[Input material]:
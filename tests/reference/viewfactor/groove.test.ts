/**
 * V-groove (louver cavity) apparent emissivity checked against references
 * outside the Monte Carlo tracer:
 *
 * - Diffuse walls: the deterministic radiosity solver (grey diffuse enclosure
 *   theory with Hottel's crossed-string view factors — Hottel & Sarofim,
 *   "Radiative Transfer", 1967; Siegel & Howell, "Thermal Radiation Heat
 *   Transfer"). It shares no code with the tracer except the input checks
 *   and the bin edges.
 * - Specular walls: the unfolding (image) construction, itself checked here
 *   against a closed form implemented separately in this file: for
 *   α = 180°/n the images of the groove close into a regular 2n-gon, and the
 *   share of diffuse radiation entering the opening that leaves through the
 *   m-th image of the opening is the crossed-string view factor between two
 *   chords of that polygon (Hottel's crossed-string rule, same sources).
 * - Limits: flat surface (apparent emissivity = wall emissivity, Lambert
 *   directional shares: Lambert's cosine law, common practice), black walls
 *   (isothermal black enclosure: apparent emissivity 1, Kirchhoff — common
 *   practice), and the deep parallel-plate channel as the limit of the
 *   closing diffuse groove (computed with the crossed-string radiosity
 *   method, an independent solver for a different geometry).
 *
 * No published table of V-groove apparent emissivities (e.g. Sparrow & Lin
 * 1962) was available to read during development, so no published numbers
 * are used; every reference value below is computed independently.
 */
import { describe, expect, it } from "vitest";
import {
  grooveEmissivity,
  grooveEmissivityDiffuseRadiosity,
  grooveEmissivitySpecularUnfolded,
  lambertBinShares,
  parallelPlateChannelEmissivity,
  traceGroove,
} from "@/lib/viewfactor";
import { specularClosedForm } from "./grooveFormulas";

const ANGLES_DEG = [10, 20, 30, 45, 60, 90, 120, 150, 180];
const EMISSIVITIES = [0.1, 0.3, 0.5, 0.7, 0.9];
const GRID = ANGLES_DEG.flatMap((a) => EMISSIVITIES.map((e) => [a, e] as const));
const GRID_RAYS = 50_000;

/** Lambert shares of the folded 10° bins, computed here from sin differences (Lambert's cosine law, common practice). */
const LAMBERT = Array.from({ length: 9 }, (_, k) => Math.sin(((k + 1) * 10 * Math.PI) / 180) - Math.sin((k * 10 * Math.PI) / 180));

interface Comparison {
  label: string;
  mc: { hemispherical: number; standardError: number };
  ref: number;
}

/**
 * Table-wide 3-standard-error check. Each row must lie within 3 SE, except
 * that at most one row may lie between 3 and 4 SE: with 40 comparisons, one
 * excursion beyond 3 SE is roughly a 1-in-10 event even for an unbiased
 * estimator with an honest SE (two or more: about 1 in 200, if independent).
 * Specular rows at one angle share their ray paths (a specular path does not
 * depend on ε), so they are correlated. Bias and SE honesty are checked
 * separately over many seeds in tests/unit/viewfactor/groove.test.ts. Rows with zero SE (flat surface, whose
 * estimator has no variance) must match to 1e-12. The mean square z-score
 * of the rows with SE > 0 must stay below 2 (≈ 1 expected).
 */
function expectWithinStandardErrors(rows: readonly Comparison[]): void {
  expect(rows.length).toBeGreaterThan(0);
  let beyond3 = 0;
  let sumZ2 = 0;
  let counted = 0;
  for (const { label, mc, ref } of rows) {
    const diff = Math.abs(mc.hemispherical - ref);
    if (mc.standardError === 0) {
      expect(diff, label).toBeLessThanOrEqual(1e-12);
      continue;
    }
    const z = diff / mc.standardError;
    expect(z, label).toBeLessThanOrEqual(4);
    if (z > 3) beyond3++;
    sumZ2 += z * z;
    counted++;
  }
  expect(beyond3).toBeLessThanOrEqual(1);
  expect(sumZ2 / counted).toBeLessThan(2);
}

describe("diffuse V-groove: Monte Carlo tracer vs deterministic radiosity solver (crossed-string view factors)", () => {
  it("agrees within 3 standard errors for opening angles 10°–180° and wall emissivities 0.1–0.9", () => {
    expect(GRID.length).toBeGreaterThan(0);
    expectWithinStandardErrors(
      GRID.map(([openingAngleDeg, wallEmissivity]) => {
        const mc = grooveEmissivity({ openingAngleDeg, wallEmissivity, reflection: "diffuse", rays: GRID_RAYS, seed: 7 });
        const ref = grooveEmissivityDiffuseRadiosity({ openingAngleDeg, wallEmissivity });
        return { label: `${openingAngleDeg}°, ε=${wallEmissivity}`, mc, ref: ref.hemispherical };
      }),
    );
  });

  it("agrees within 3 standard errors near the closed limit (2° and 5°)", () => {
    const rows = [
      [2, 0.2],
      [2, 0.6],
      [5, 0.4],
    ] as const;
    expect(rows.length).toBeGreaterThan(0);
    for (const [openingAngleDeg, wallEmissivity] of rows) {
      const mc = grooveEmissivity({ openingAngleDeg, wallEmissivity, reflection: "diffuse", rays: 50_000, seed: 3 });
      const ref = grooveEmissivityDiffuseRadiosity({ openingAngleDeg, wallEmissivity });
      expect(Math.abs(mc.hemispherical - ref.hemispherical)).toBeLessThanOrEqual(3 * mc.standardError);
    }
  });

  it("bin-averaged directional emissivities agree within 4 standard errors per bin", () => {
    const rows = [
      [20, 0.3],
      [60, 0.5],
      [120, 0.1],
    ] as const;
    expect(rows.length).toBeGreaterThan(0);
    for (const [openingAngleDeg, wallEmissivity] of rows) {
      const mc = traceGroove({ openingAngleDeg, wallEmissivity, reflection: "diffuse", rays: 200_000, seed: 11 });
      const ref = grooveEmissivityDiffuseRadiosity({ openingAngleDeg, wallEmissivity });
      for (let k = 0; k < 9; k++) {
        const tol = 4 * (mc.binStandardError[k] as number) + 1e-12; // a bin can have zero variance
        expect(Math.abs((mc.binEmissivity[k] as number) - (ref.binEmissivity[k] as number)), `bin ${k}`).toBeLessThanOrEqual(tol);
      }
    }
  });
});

[What you should do]: Recopy all the entries faithfully, leaving none out.

[Solution]:
filename tests/reference/viewfactor/groove.test.ts
/**
 * V-groove (louver cavity) apparent emissivity checked against references
 * outside the Monte Carlo tracer:
 *
 * - Diffuse walls: the deterministic radiosity solver (grey diffuse enclosure
 *   theory with Hottel's crossed-string view factors — Hottel & Sarofim,
 *   "Radiative Transfer", 1967; Siegel & Howell, "Thermal Radiation Heat
 *   Transfer"). It shares no code with the tracer except the input checks
 *   and the bin edges.
 * - Specular walls: the unfolding (image) construction, itself checked here
 *   against a closed form implemented separately in this file: for
 *   α = 180°/n the images of the groove close into a regular 2n-gon, and the
 *   share of diffuse radiation entering the opening that leaves through the
 *   m-th image of the opening is the crossed-string view factor between two
 *   chords of that polygon (Hottel's crossed-string rule, same sources).
 * - Limits: flat surface (apparent emissivity = wall emissivity, Lambert
 *   directional shares: Lambert's cosine law, common practice), black walls
 *   (isothermal black enclosure: apparent emissivity 1, Kirchhoff — common
 *   practice), and the deep parallel-plate channel as the limit of the
 *   closing diffuse groove (computed with the crossed-string radiosity
 *   method, an independent solver for a different geometry).
 *
 * No published table of V-groove apparent emissivities (e.g. Sparrow & Lin
 * 1962) was available to read during development, so no published numbers
 * are used; every reference value below is computed independently.
 */
import { describe, expect, it } from "vitest";
import {
  grooveEmissivity,
  grooveEmissivityDiffuseRadiosity,
  grooveEmissivitySpecularUnfolded,
  lambertBinShares,
  parallelPlateChannelEmissivity,
  traceGroove,
} from "@/lib/viewfactor";
import { specularClosedForm } from "./grooveFormulas";

const ANGLES_DEG = [10, 20, 30, 45, 60, 90, 120, 150, 180];
const EMISSIVITIES = [0.1, 0.3, 0.5, 0.7, 0.9];
const GRID = ANGLES_DEG.flatMap((a) => EMISSIVITIES.map((e) => [a, e] as const));
const GRID_RAYS = 50_000;

/** Lambert shares of the folded 10° bins, computed here from sin differences (Lambert's cosine law, common practice). */
const LAMBERT = Array.from({ length: 9 }, (_, k) => Math.sin(((k + 1) * 10 * Math.PI) / 180) - Math.sin((k * 10 * Math.PI) / 180));

interface Comparison {
  label: string;
  mc: { hemispherical: number; standardError: number };
  ref: number;
}

/**
 * Table-wide 3-standard-error check. Each row must lie within 3 SE, except
 * that at most one row may lie between 3 and 4 SE: with 40 comparisons, one
 * excursion beyond 3 SE is roughly a 1-in-10 event even for an unbiased
 * estimator with an honest SE (two or more: about 1 in 200, if independent).
 * Specular rows at one angle share their ray paths (a specular path does not
 * depend on ε), so they are correlated. Bias and SE honesty are checked
 * separately over many seeds in tests/unit/viewfactor/groove.test.ts. Rows with zero SE (flat surface, whose
 * estimator has no variance) must match to 1e-12. The mean square z-score
 * of the rows with SE > 0 must stay below 2 (≈ 1 expected).
 */
function expectWithinStandardErrors(rows: readonly Comparison[]): void {
  expect(rows.length).toBeGreaterThan(0);
  let beyond3 = 0;
  let sumZ2 = 0;
  let counted = 0;
  for (const { label, mc, ref } of rows) {
    const diff = Math.abs(mc.hemispherical - ref);
    if (mc.standardError === 0) {
      expect(diff, label).toBeLessThanOrEqual(1e-12);
      continue;
    }
    const z = diff / mc.standardError;
    expect(z, label).toBeLessThanOrEqual(4);
    if (z > 3) beyond3++;
    sumZ2 += z * z;
    counted++;
  }
  expect(beyond3).toBeLessThanOrEqual(1);
  expect(sumZ2 / counted).toBeLessThan(2);
}

describe("diffuse V-groove: Monte Carlo tracer vs deterministic radiosity solver (crossed-string view factors)", () => {
  it("agrees within 3 standard errors for opening angles 10°–180° and wall emissivities 0.1–0.9", () => {
    expect(GRID.length).toBeGreaterThan(0);
    expectWithinStandardErrors(
      GRID.map(([openingAngleDeg, wallEmissivity]) => {
        const mc = grooveEmissivity({ openingAngleDeg, wallEmissivity, reflection: "diffuse", rays: GRID_RAYS, seed: 7 });
        const ref = grooveEmissivityDiffuseRadiosity({ openingAngleDeg, wallEmissivity });
        return { label: `${openingAngleDeg}°, ε=${wallEmissivity}`, mc, ref: ref.hemispherical };
      }),
    );
  });

  it("agrees within 3 standard errors near the closed limit (2° and 5°)", () => {
    const rows = [
      [2, 0.2],
      [2, 0.6],
      [5, 0.4],
    ] as const;
    expect(rows.length).toBeGreaterThan(0);
    for (const [openingAngleDeg, wallEmissivity] of rows) {
      const mc = grooveEmissivity({ openingAngleDeg, wallEmissivity, reflection: "diffuse", rays: 50_000, seed: 3 });
      const ref = grooveEmissivityDiffuseRadiosity({ openingAngleDeg, wallEmissivity });
      expect(Math.abs(mc.hemispherical - ref.hemispherical)).toBeLessThanOrEqual(3 * mc.standardError);
    }
  });

  it("bin-averaged directional emissivities agree within 4 standard errors per bin", () => {
    const rows = [
      [20, 0.3],
      [60, 0.5],
      [120, 0.1],
    ] as const;
    expect(rows.length).toBeGreaterThan(0);
    for (const [openingAngleDeg, wallEmissivity] of rows) {
      const mc = traceGroove({ openingAngleDeg, wallEmissivity, reflection: "diffuse", rays: 200_000, seed: 11 });
      const ref = grooveEmissivityDiffuseRadiosity({ openingAngleDeg, wallEmissivity });
      for (let k = 0; k < 9; k++) {
        const tol = 4 * (mc.binStandardError[k] as number) + 1e-12; // a bin can have zero variance
        expect(Math.abs((mc.binEmissivity[k] as number) - (ref.binEmissivity[k] as number)), `bin ${k}`).toBeLessThanOrEqual(tol);
      }
    }
  });
});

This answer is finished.